# Tetra brand tanks... issues?



## Blackheart (Jul 5, 2011)

Was looking at the tanks tonight at Petco... specifically the 55 gallon tanks. There's a local pet store that actually has the Aqueon branded 55 tanks for 100 bucks.

I do actually have more of a liking towards the Tetra brand 55 however. The Aqueon is a little bit taller. 

Obviously Aqueon does a lot better job on putting their tanks together however... That brings to question out of all the bad stuff people say about Tetra tanks, has anyone on here actually had any issues with them or had one leak?


----------



## Red Cloud (Nov 11, 2014)

I've had all Aqueon ones myself, but I did some of the research because I had the same questions.
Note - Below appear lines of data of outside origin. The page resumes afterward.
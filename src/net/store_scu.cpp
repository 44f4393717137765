#include <countersign/net/store_scu.hpp>

#include <dcmtk/config/osconfig.h>  // must come first among DCMTK headers

#include <dcmtk/dcmdata/dcdeftag.h>
#include <dcmtk/dcmdata/dcfilefo.h>
#include <dcmtk/dcmdata/dcuid.h>
#include <dcmtk/dcmnet/diutil.h>
#include <dcmtk/dcmnet/scu.h>

#include <fmt/format.h>

namespace countersign::net {

namespace {

SendOutcome outcome(SendResult result, std::string detail) { return SendOutcome{result, std::move(detail)}; }

// DICOM PS3.4 Annex B.2.3: 0000 success; B000, B006, B007 warnings (stored); A7xx out of resources
// (transient); everything else a failure for this object.
SendOutcome from_status(Uint16 status) {
  const std::string text = fmt::format("status {:04X}H ({})", status, DU_cstoreStatusString(status));
  if (status == STATUS_Success) return outcome(SendResult::delivered, "stored");
  if (status == 0xB000 || status == 0xB006 || status == 0xB007)
    return outcome(SendResult::delivered, "stored with " + text);
  if ((status & 0xFF00) == 0xA700) return outcome(SendResult::retry_later, "refused for now: " + text);
  return outcome(SendResult::rejected, "rejected: " + text);
}

}  // namespace

SendOutcome send_file(const Destination& destination, const std::filesystem::path& file,
                      const ScuSettings& settings) {
  DcmFileFormat format;
  // Only the identifying attributes are needed here; DcmSCU reads the file again to send it.
  if (const OFCondition loaded = format.loadFile(file.c_str(), EXS_Unknown, EGL_noChange, 4096);
      loaded.bad()) {
    return outcome(SendResult::rejected, std::string{"cannot read the object to send: "} + loaded.text());
  }
  OFString sop_class;
  format.getDataset()->findAndGetOFString(DCM_SOPClassUID, sop_class);
  const E_TransferSyntax file_syntax = format.getDataset()->getOriginalXfer();

  DcmSCU scu;
  const auto timeout_s = static_cast<Uint32>(settings.timeout.count());
  scu.setAETitle(settings.calling_ae_title.c_str());
  scu.setPeerAETitle(destination.ae_title.c_str());
  scu.setPeerHostName(destination.host.c_str());
  scu.setPeerPort(destination.port);
  scu.setACSETimeout(timeout_s);
  scu.setDIMSEBlockingMode(DIMSE_NONBLOCKING);
  scu.setDIMSETimeout(timeout_s);
  scu.setConnectionTimeout(static_cast<Sint32>(timeout_s));
  OFList<OFString> syntaxes;
  syntaxes.push_back(DcmXfer(file_syntax).getXferID());
  if (file_syntax != EXS_LittleEndianExplicit) syntaxes.push_back(UID_LittleEndianExplicitTransferSyntax);
  if (file_syntax != EXS_LittleEndianImplicit) syntaxes.push_back(UID_LittleEndianImplicitTransferSyntax);
  scu.addPresentationContext(sop_class, syntaxes);
  if (const OFCondition ready = scu.initNetwork(); ready.bad()) {
    return outcome(SendResult::retry_later, std::string{"cannot start the network: "} + ready.text());
  }
  if (const OFCondition negotiated = scu.negotiateAssociation(); negotiated.bad()) {
    return outcome(SendResult::retry_later, std::string{"no association: "} + negotiated.text());
  }
  const T_ASC_PresentationContextID context = scu.findPresentationContextID(sop_class, "");
  if (context == 0) {
    scu.releaseAssociation();
    return outcome(SendResult::rejected,
                   std::string{"the destination does not accept SOP class "} + sop_class.c_str());
  }
  Uint16 status = 0;
  const OFCondition sent = scu.sendSTORERequest(context, OFFilename{file.c_str()}, nullptr, status);
  if (sent.bad()) {
    scu.abortAssociation();
    return outcome(SendResult::retry_later, std::string{"sending failed: "} + sent.text());
  }
  scu.releaseAssociation();
  return from_status(status);
}

}  // namespace countersign::net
Apparently from what I read, Tetra tanks were the most likely ones to leak or even burst at the seams. I read several stories of tanks splitting in the middle of the night


----------



## Blackheart (Jul 5, 2011)

I probably would just be better off going with Aqueon... always had their tanks with no issues. Especially since the tank itself is cheaper!


----------



## FewestKitten896 (Dec 13, 2013)

Never had a problem with mine. A lot of people build their own stands and there is definitely a lot of room for error when building and having 500+ lbs of water and substrate. I bet you will find more success stories than problems with them though. Although people tend to only complain about stuff rather than talk about the positives of something. Sorry if reading this is like a game of ping pong


----------



## Bloomer (Mar 22, 2014)

As far as I know All Glass Aquariums makes all of the mass market tanks. 

There are differences among tanks, though, the dollar a gallon ones seem to have messier glue joints than some of the others. Just sort through them and you'll find a nice one, I have 3 40gal B DAG tanks that are excellent. Both of my marineland tanks have black silicone. In the upper rim there's a sticker with the assembler's name and date of manufacture. AGA's symbol is an anchor and if you read the tank label carefully, AGA is mentioned. 

I have tetra, top fin, aqueon and marineland and they all have the same stickers.

I agree on stands, most stands barely or don't contact the tank midspan of the front and back walls. The huge soft silicone joint on the bottom of the tank probably makes up for that to a degree, but an unpward bend in the stand or very stiff cushion under it both help a lot to even the load.


----------



## ngrubich (Nov 29, 2011)

Bloomer said:


> As far as I know All Glass Aquariums makes all of the mass market tanks.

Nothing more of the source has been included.